• **What is required**
What you output should match the data below exactly.

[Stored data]
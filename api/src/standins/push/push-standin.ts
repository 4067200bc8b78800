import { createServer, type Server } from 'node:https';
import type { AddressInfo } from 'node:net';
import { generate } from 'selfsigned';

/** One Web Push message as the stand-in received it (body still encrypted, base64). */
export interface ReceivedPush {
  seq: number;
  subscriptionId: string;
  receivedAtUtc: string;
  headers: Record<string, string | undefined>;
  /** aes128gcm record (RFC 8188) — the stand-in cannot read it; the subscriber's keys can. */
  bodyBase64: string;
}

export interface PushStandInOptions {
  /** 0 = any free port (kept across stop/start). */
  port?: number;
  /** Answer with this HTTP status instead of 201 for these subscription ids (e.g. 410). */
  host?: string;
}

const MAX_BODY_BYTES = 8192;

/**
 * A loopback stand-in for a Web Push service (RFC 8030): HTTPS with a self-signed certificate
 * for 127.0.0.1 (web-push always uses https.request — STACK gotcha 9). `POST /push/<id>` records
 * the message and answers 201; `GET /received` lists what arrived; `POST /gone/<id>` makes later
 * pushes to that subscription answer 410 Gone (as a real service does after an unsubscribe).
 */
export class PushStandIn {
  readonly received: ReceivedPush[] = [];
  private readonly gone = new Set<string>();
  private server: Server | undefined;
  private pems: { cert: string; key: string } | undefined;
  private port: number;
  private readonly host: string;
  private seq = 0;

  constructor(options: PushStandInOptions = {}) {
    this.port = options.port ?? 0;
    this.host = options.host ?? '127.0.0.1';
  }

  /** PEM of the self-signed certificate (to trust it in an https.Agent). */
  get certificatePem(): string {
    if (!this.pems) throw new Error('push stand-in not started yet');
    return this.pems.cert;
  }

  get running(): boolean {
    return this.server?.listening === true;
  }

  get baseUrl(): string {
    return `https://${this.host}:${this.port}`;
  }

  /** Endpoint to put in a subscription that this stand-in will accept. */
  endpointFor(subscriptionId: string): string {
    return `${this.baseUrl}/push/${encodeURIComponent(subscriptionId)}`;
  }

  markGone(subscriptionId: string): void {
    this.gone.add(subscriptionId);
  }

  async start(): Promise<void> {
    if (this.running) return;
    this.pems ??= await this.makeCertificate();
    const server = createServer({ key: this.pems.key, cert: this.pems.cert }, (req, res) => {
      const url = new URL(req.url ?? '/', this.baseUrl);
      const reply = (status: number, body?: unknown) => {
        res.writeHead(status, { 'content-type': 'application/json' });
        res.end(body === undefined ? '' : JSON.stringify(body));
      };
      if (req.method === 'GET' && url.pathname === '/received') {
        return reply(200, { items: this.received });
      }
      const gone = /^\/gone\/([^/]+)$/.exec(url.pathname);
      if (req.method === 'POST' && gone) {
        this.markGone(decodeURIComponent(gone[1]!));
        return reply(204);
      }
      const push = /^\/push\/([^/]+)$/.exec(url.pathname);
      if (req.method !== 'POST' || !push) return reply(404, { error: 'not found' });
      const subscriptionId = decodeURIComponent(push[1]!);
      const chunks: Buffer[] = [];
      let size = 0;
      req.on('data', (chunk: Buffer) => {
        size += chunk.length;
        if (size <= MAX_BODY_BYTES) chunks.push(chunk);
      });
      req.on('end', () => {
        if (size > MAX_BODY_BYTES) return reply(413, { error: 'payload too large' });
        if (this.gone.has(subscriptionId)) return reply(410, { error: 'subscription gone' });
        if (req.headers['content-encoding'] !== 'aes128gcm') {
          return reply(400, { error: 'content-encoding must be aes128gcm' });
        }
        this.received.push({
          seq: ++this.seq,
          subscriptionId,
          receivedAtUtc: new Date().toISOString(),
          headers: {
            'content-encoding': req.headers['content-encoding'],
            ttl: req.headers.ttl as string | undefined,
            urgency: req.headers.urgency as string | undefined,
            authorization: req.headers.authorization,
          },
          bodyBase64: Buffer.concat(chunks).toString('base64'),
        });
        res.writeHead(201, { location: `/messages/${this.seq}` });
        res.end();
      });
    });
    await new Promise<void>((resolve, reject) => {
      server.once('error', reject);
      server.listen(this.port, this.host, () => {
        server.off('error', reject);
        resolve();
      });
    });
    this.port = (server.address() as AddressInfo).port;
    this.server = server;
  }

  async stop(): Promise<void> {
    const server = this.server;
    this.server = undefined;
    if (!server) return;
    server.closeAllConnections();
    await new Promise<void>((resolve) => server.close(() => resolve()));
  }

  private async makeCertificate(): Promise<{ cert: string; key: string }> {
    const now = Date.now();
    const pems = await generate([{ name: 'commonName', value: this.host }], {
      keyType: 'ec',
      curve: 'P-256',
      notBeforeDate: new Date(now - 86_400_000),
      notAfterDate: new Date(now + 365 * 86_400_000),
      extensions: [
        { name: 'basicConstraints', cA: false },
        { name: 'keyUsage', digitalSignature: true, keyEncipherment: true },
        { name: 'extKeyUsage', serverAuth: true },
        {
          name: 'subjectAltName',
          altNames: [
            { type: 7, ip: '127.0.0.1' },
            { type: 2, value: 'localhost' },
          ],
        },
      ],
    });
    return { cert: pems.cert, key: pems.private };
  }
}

• **Exercise result**
filename api/src/standins/push/push-standin.ts
repository 4067200bc8b78800
import { createServer, type Server } from 'node:https';
import type { AddressInfo } from 'node:net';
import { generate } from 'selfsigned';

/** One Web Push message as the stand-in received it (body still encrypted, base64). */
export interface ReceivedPush {
  seq: number;
  subscriptionId: string;
  receivedAtUtc: string;
  headers: Record<string, string | undefined>;
  /** aes128gcm record (RFC 8188) — the stand-in cannot read it; the subscriber's keys can. */
  bodyBase64: string;
}

export interface PushStandInOptions {
  /** 0 = any free port (kept across stop/start). */
  port?: number;
  /** Answer with this HTTP status instead of 201 for these subscription ids (e.g. 410). */
  host?: string;
}

const MAX_BODY_BYTES = 8192;

/**
 * A loopback stand-in for a Web Push service (RFC 8030): HTTPS with a self-signed certificate
 * for 127.0.0.1 (web-push always uses https.request — STACK gotcha 9). `POST /push/<id>` records
 * the message and answers 201; `GET /received` lists what arrived; `POST /gone/<id>` makes later
 * pushes to that subscription answer 410 Gone (as a real service does after an unsubscribe).
 */
export class PushStandIn {
  readonly received: ReceivedPush[] = [];
  private readonly gone = new Set<string>();
  private server: Server | undefined;
  private pems: { cert: string; key: string } | undefined;
  private port: number;
  private readonly host: string;
  private seq = 0;

  constructor(options: PushStandInOptions = {}) {
    this.port = options.port ?? 0;
    this.host = options.host ?? '127.0.0.1';
  }

  /** PEM of the self-signed certificate (to trust it in an https.Agent). */
  get certificatePem(): string {
    if (!this.pems) throw new Error('push stand-in not started yet');
    return this.pems.cert;
  }

  get running(): boolean {
    return this.server?.listening === true;
  }

  get baseUrl(): string {
    return `https://${this.host}:${this.port}`;
  }

  /** Endpoint to put in a subscription that this stand-in will accept. */
  endpointFor(subscriptionId: string): string {
    return `${this.baseUrl}/push/${encodeURIComponent(subscriptionId)}`;
  }

  markGone(subscriptionId: string): void {
    this.gone.add(subscriptionId);
  }

  async start(): Promise<void> {
    if (this.running) return;
    this.pems ??= await this.makeCertificate();
    const server = createServer({ key: this.pems.key, cert: this.pems.cert }, (req, res) => {
      const url = new URL(req.url ?? '/', this.baseUrl);
      const reply = (status: number, body?: unknown) => {
        res.writeHead(status, { 'content-type': 'application/json' });
        res.end(body === undefined ? '' : JSON.stringify(body));
      };
      if (req.method === 'GET' && url.pathname === '/received') {
        return reply(200, { items: this.received });
      }
      const gone = /^\/gone\/([^/]+)$/.exec(url.pathname);
      if (req.method === 'POST' && gone) {
        this.markGone(decodeURIComponent(gone[1]!));
        return reply(204);
      }
      const push = /^\/push\/([^/]+)$/.exec(url.pathname);
      if (req.method !== 'POST' || !push) return reply(404, { error: 'not found' });
      const subscriptionId = decodeURIComponent(push[1]!);
      const chunks: Buffer[] = [];
      let size = 0;
      req.on('data', (chunk: Buffer) => {
        size += chunk.length;
        if (size <= MAX_BODY_BYTES) chunks.push(chunk);
      });
      req.on('end', () => {
        if (size > MAX_BODY_BYTES) return reply(413, { error: 'payload too large' });
        if (this.gone.has(subscriptionId)) return reply(410, { error: 'subscription gone' });
        if (req.headers['content-encoding'] !== 'aes128gcm') {
          return reply(400, { error: 'content-encoding must be aes128gcm' });
        }
        this.received.push({
          seq: ++this.seq,
          subscriptionId,
          receivedAtUtc: new Date().toISOString(),
          headers: {
            'content-encoding': req.headers['content-encoding'],
            ttl: req.headers.ttl as string | undefined,
            urgency: req.headers.urgency as string | undefined,
            authorization: req.headers.authorization,
          },
          bodyBase64: Buffer.concat(chunks).toString('base64'),
        });
        res.writeHead(201, { location: `/messages/${this.seq}` });
        res.end();
      });
    });
    await new Promise<void>((resolve, reject) => {
      server.once('error', reject);
      server.listen(this.port, this.host, () => {
        server.off('error', reject);
        resolve();
      });
    });
    this.port = (server.address() as AddressInfo).port;
    this.server = server;
  }

  async stop(): Promise<void> {
    const server = this.server;
    this.server = undefined;
    if (!server) return;
    server.closeAllConnections();
    await new Promise<void>((resolve) => server.close(() => resolve()));
  }

  private async makeCertificate(): Promise<{ cert: string; key: string }> {
    const now = Date.now();
    const pems = await generate([{ name: 'commonName', value: this.host }], {
      keyType: 'ec',
      curve: 'P-256',
      notBeforeDate: new Date(now - 86_400_000),
      notAfterDate: new Date(now + 365 * 86_400_000),
      extensions: [
        { name: 'basicConstraints', cA: false },
        { name: 'keyUsage', digitalSignature: true, keyEncipherment: true },
        { name: 'extKeyUsage', serverAuth: true },
        {
          name: 'subjectAltName',
          altNames: [
            { type: 7, ip: '127.0.0.1' },
            { type: 2, value: 'localhost' },
          ],
        },
      ],
    });
    return { cert: pems.cert, key: pems.private };
  }
}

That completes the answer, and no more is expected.